Dataset items:
# # # # #

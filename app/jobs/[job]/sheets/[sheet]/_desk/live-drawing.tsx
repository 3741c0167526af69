'use client';

import { type CSSProperties, useMemo, useState } from 'react';
import { drawLoads } from '@/lib/figures/draw-loads';
import { drawStructure } from '@/lib/figures/draw-structure';
import type { Drawing } from '@/lib/figures/drawing';
import { analysisForm, analysis as analysisSchema } from '@/lib/model/analysis';
import type { Draft } from '@/lib/model/draft';
import { readDraft } from '@/lib/model/read-draft';
import { DrawingView } from '@/templates/screen/drawing-view';
import { measureLabel } from '@/templates/screen/lay-out-label';
import { useDesk } from './desk-context';
import { DrawingElements } from './drawing-elements';
import { DrawingTools, type Shown } from './drawing-tools';

interface Props {
  /** The case whose loads are drawn; none on the steps before them. */
  caseIndex: number | undefined;
  width: number;
  shown: Shown;
  onShow: (shown: Shown) => void;
  /** Diagrams of the case in hand, when the sheet is solved. */
  overlay: Drawing | undefined;
}

/** The structure to scale as far as it can be read, with the loads of the case in hand or a diagram over it. */
export function LiveDrawing({ caseIndex, width, shown, onShow, overlay }: Props) {
  const { draft, lit, light, open } = useDesk();
  const [zoom, setZoom] = useState(1);
  const own = useMemo(() => drawDraft(draft, caseIndex, width), [draft, caseIndex, width]);
  const drawing = shown === 'structure' ? own : (overlay ?? own);
  if (!drawing) return <p className="ans drawwait">The drawing starts with the first length.</p>;
  return (
    <div className="drawframe">
      {/* Enlarged, the drawing scrolls inside its frame, by keyboard as well (WCAG 2.1.1). */}
      <section className="draw gr live-draw" aria-label="Drawing" {...(zoom > 1 ? { tabIndex: 0 } : {})}>
        <div className="scaled" style={{ '--zoom': zoom } as CSSProperties}>
          <DrawingView drawing={drawing} lit={lit} onLight={light} onPick={open} />
        </div>
      </section>
      <DrawingTools
        shown={shown}
        solved={overlay !== undefined}
        onShow={onShow}
        zoom={zoom}
        onZoom={setZoom}
      />
      <DrawingElements />
    </div>
  );
}

/** Draws what can be read; a structure that is not complete yet is drawn without its loads. */
function drawDraft(draft: Draft, caseIndex: number | undefined, width: number): Drawing | undefined {
  const read = readDraft(draft);
  const known = read.ok ? read.analysis : undefined;
  const geometry = read.ok ? read.analysis : read.geometry;
  const parsed = analysisSchema.safeParse(
    known ?? {
      form: analysisForm,
      units: draft.units,
      basis: { kind: 'relative' },
      joints: geometry.joints,
      members: geometry.members.filter(
        (m) => [m.start, m.end].every((id) => geometry.joints.some((j) => j.id === id)) && m.start !== m.end,
      ),
      cases: [],
    },
  );
  if (!parsed.success || parsed.data.members.length > 400) return undefined;
  const chosen = caseIndex === undefined ? undefined : parsed.data.cases[caseIndex];
  return chosen
    ? drawLoads(parsed.data, chosen, { width, measure: measureLabel })
    : drawStructure(parsed.data, { width, measure: measureLabel });
}
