'use client';

import type { KeepingState } from './use-keeping';

const clock = new Intl.DateTimeFormat('en-GB', { hour: '2-digit', minute: '2-digit', second: '2-digit' });

/** What became of the last change, in the foot line. */
export function KeepingLine({ state }: { state: KeepingState }) {
  return (
    <span
      role="status"
      className={state.state === 'kept' || state.state === 'keeping' ? undefined : 'text-seal'}
    >
      {sentence(state)}
    </span>
  );
}

function sentence(state: KeepingState): string {
  switch (state.state) {
    case 'kept':
      return `Kept ${clock.format(new Date(state.at))}`;
    case 'keeping':
      return 'Keeping …';
    case 'offline':
      return 'No connection. Kept in this browser until there is one.';
    case 'refused':
      return state.message;
    case 'conflict':
      return `${state.by} changed this sheet meanwhile. Nothing is overwritten.`;
  }
}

# # # # #

What you should do:
Every line of the data above should be copied exactly.

Output of the exercise:
filename app/jobs/[job]/sheets/[sheet]/_desk/live-drawing.tsx
repository 3741c0167526af69
'use client';

import { type CSSProperties, useMemo, useState } from 'react';
import { drawLoads } from '@/lib/figures/draw-loads';
import { drawStructure } from '@/lib/figures/draw-structure';
import type { Drawing } from '@/lib/figures/drawing';
import { analysisForm, analysis as analysisSchema } from '@/lib/model/analysis';
import type { Draft } from '@/lib/model/draft';
import { readDraft } from '@/lib/model/read-draft';
import { DrawingView } from '@/templates/screen/drawing-view';
import { measureLabel } from '@/templates/screen/lay-out-label';
import { useDesk } from './desk-context';
import { DrawingElements } from './drawing-elements';
import { DrawingTools, type Shown } from './drawing-tools';

interface Props {
  /** The case whose loads are drawn; none on the steps before them. */
  caseIndex: number | undefined;
  width: number;
  shown: Shown;
  onShow: (shown: Shown) => void;
  /** Diagrams of the case in hand, when the sheet is solved. */
  overlay: Drawing | undefined;
}

/** The structure to scale as far as it can be read, with the loads of the case in hand or a diagram over it. */
export function LiveDrawing({ caseIndex, width, shown, onShow, overlay }: Props) {
  const { draft, lit, light, open } = useDesk();
  const [zoom, setZoom] = useState(1);
  const own = useMemo(() => drawDraft(draft, caseIndex, width), [draft, caseIndex, width]);
  const drawing = shown === 'structure' ? own : (overlay ?? own);
  if (!drawing) return <p className="ans drawwait">The drawing starts with the first length.</p>;
  return (
    <div className="drawframe">
      {/* Enlarged, the drawing scrolls inside its frame, by keyboard as well (WCAG 2.1.1). */}
      <section className="draw gr live-draw" aria-label="Drawing" {...(zoom > 1 ? { tabIndex: 0 } : {})}>
        <div className="scaled" style={{ '--zoom': zoom } as CSSProperties}>
          <DrawingView drawing={drawing} lit={lit} onLight={light} onPick={open} />
        </div>
      </section>
      <DrawingTools
        shown={shown}
        solved={overlay !== undefined}
        onShow={onShow}
        zoom={zoom}
        onZoom={setZoom}
      />
      <DrawingElements />
    </div>
  );
}

/** Draws what can be read; a structure that is not complete yet is drawn without its loads. */
function drawDraft(draft: Draft, caseIndex: number | undefined, width: number): Drawing | undefined {
  const read = readDraft(draft);
  const known = read.ok ? read.analysis : undefined;
  const geometry = read.ok ? read.analysis : read.geometry;
  const parsed = analysisSchema.safeParse(
    known ?? {
      form: analysisForm,
      units: draft.units,
      basis: { kind: 'relative' },
      joints: geometry.joints,
      members: geometry.members.filter(
        (m) => [m.start, m.end].every((id) => geometry.joints.some((j) => j.id === id)) && m.start !== m.end,
      ),
      cases: [],
    },
  );
  if (!parsed.success || parsed.data.members.length > 400) return undefined;
  const chosen = caseIndex === undefined ? undefined : parsed.data.cases[caseIndex];
  return chosen
    ? drawLoads(parsed.data, chosen, { width, measure: measureLabel })
    : drawStructure(parsed.data, { width, measure: measureLabel });
}
'use client';

import type { KeepingState } from './use-keeping';

const clock = new Intl.DateTimeFormat('en-GB', { hour: '2-digit', minute: '2-digit', second: '2-digit' });

/** What became of the last change, in the foot line. */
export function KeepingLine({ state }: { state: KeepingState }) {
  return (
    <span
      role="status"
      className={state.state === 'kept' || state.state === 'keeping' ? undefined : 'text-seal'}
    >
      {sentence(state)}
    </span>
  );
}

function sentence(state: KeepingState): string {
  switch (state.state) {
    case 'kept':
      return `Kept ${clock.format(new Date(state.at))}`;
    case 'keeping':
      return 'Keeping …';
    case 'offline':
      return 'No connection. Kept in this browser until there is one.';
    case 'refused':
      return state.message;
    case 'conflict':
      return `${state.by} changed this sheet meanwhile. Nothing is overwritten.`;
  }
}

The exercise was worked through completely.